Jesus Creed

Jesus Creed

Orvieto and Rome

I had never heard of Orvieto, I confess, before Kris and I begain reading Rick Steves’ guide to Italy. It is one more of what Italy is full of: cities on the top of some hill, a city of stone buildings, stone, narrow walkways, and composed of what appears as an endless maze of little pathways.

But every Italian city has its story, and most of the stories go back to the Medieval age. Orvieto’s story got its push when a priest was showered with blood when he rose the Host and it overcame his doubts, the Pope was summoned, and the place became a pilgimage center.

The Duomo (or Cathedral) of Orvieto is majestic in color from the front and gaudy in the other three sides. The facade is colorful, the rest is an alternation of white and black rocks, giving the appearance of a building that is a set of white and black lines — stripes as it were. No kidding.


More importantly, there are four “pillars” to the facade. Each pillar contains graphic images (starting from below and climbing upwards) of the “history of the world.” Pillar one is about Adam and Eve until the discovery of the Arts as the center of education. Pillar two focuses on Old Testament scenes that have messianic significance. Pillar Three is the life of Christ — ending as it always does in women at the tomb. Pillar Four is the Final Judgment. (For the art experts, there are two chapels inside the Duomo, one of them filled with the art of Signorelli.)
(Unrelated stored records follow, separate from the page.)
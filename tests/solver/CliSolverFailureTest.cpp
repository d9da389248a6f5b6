// The command line's contract for a solver failure (DESIGN.md §5, STYLE.md §4 item 8): a
// run that the integrator cannot finish exits with code 2, names the failure on stderr by
// time and by the states (and so the components) that carried the largest local error, and
// still leaves a readable result file that says it failed.
#include <catch2/catch.hpp>

#include <filesystem>

#include "solver/components/Machine.hpp"
#include "solver/cycle/CycleRunner.hpp"
#include "solver/input/CaseReader.hpp"
#include "solver/output/Hdf5File.hpp"
#include "tests/solver/CliSupport.hpp"

using namespace coldtip;
using namespace coldtip::testing;

namespace {

//! The demo cooler with a budget of 20 integrator steps per cycle (it needs ~1500).
std::string starvedDemoText()
{
    std::string text = readText(COLDTIP_CASES "/ge-spectrometer-85K.yaml");
    const std::string solver = "solver:\n";
    const auto at = text.find(solver);
    REQUIRE(at != std::string::npos);
    text.insert(at + solver.size(), "  max_steps_per_cycle: 20\n");
    return text;
}

} // namespace

TEST_CASE("the integrator error of a starved cycle names the states with the largest error",
          "[cli]")
{
    const CaseDescription d = input::parseCaseText(starvedDemoText(), "starved.yaml");
    Machine machine(d);
    CycleRunner runner(machine, CycleRunner::optionsFor(machine));
    runner.start(0, machine.initialState());
    try {
        runner.runCycle();
        FAIL("the cycle finished within 20 steps");
    } catch (const IntegratorError& e) {
        INFO(e.what());
        CHECK(e.flag() == CV_TOO_MUCH_WORK);
        CHECK(e.time() > 0.0);
        REQUIRE_FALSE(e.worstStates().empty());
        std::string worst;
        for (const std::string& s : e.worstStates()) worst += s + "; ";
        INFO("worst states: " << worst);
        bool names_component = false;
        for (const ComponentSpec& c : d.components)
            names_component = names_component || worst.find(c.name + "[") != std::string::npos;
        CHECK(names_component);
    }
}

TEST_CASE("a run that runs out of integrator steps exits with 2 and leaves a readable file",
          "[cli]")
{
    const std::string text = starvedDemoText();
    const CaseDescription d = input::parseCaseText(text, "starved.yaml");
    REQUIRE(d.solver.max_steps_per_cycle == 20);

    TempFolder folder;
    const std::string path = folder.write("starved.yaml", text);
    const std::string result = folder.file("starved.h5");
    const ProcessResult r = runColdtip(
        folder, "run " + shellQuoted(path) + " -o " + shellQuoted(result) + " --quiet");
    INFO("stderr: " << r.err);
    CHECK(r.exit_code == 2);
    CHECK_THAT(r.err, Catch::Contains("CV_TOO_MUCH_WORK"));
    CHECK_THAT(r.err, Catch::Contains("t = "));
    // The failure names where it happened: a state of one of the case's components.
    bool names_component = false;
    for (const ComponentSpec& c : d.components)
        names_component = names_component || r.err.find(c.name + "[") != std::string::npos;
    CHECK(names_component);

    REQUIRE(std::filesystem::exists(result));
    CHECK_FALSE(std::filesystem::exists(result + ".partial"));
    const Hdf5Reader file(result);
    CHECK(file.stringAttribute("/summary", "status") == "failed");
    CHECK_THAT(file.stringAttribute("/summary", "failure"), Catch::Contains("CV_TOO_MUCH_WORK"));
    CHECK(file.exists("/case"));
}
If you take the A1 from Orvieto down to Rome, and ascend the Capitoline to the Museum, you can peer into Roman art — and it is about male muscle, flashing swords and metal shields, about emperors who waged war and won, about horses that carried the heroes, about fame, and honor, and about the past, the past, and more of the past.


Nothing clearer: one notable gift of the Christian faith to the Roman Empire was an eschatology, a final eschatology. Orvieto represents all the churches of Italy — and they are everywhere. Christianity lives in light of the future — a life now as a “life-before-God.” Its future shapes its present; not that Christians are to “opt out” of this world. Jesus’ teaching about Kingdom clearly means that he is all about a society in which the Jesus Creed is practiced. But, still, there is a dominant eschatology that shapes the Christian life.

It might be said that Rome was shaped by a past, and Christianity by a future. Both lived the present to the max, but the difference is dramatic.